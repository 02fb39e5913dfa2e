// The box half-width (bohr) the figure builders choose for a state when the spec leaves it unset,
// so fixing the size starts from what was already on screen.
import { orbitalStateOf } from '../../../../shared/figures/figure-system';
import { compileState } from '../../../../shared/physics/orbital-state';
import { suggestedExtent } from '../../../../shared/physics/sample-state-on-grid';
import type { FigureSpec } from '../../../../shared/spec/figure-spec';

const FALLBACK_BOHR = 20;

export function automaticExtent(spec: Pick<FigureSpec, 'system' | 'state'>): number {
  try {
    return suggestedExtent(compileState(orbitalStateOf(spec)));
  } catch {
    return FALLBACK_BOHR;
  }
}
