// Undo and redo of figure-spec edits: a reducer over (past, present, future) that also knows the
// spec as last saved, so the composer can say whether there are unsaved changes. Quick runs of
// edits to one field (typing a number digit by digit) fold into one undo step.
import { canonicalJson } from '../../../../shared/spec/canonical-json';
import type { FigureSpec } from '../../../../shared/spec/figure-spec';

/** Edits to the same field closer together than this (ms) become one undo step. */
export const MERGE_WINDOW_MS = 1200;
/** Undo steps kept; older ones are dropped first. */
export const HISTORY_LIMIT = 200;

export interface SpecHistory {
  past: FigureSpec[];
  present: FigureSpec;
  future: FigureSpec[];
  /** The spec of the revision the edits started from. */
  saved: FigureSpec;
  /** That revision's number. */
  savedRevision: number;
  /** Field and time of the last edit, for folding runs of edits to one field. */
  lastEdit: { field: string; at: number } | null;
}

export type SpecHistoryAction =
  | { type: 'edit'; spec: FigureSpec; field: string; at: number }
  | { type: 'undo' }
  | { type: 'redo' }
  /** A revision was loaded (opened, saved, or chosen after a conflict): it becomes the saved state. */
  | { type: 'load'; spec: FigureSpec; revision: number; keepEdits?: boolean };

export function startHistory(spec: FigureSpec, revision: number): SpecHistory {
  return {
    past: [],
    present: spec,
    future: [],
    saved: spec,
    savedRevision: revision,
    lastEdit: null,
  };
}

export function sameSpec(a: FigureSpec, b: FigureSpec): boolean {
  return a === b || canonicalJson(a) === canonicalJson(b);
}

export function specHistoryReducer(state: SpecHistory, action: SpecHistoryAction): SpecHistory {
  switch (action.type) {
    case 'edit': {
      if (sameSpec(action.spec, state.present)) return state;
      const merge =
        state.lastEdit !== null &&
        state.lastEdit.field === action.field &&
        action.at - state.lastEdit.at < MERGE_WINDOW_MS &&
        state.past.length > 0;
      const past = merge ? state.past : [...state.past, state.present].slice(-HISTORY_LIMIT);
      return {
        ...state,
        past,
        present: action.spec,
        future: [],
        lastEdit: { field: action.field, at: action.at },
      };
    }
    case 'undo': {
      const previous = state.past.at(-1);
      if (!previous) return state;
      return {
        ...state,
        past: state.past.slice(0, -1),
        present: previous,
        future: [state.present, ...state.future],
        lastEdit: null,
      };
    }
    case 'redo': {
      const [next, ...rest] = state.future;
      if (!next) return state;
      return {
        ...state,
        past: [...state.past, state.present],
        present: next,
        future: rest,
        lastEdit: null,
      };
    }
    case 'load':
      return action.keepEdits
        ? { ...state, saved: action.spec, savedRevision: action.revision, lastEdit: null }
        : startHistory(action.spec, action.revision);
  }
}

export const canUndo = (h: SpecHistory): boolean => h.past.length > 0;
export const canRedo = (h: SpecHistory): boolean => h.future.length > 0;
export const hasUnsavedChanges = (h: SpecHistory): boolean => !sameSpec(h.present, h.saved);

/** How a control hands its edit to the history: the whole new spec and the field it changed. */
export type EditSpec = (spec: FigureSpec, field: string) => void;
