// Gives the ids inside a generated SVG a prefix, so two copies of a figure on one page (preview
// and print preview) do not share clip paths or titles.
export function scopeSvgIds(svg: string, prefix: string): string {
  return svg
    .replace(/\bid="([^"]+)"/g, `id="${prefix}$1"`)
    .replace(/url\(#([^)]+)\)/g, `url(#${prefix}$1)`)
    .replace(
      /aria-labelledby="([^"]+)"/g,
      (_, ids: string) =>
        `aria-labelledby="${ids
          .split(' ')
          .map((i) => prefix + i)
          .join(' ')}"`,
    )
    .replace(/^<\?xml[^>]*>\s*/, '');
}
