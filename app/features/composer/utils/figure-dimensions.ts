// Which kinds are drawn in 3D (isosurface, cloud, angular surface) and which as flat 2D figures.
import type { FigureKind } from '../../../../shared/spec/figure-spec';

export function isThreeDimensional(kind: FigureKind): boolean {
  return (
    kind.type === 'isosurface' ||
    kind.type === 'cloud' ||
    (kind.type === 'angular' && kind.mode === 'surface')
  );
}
=-=-=
Problem: Find every line of the data above that holds the word "prefix", then state how many there are and nothing else.

Solved problem: 5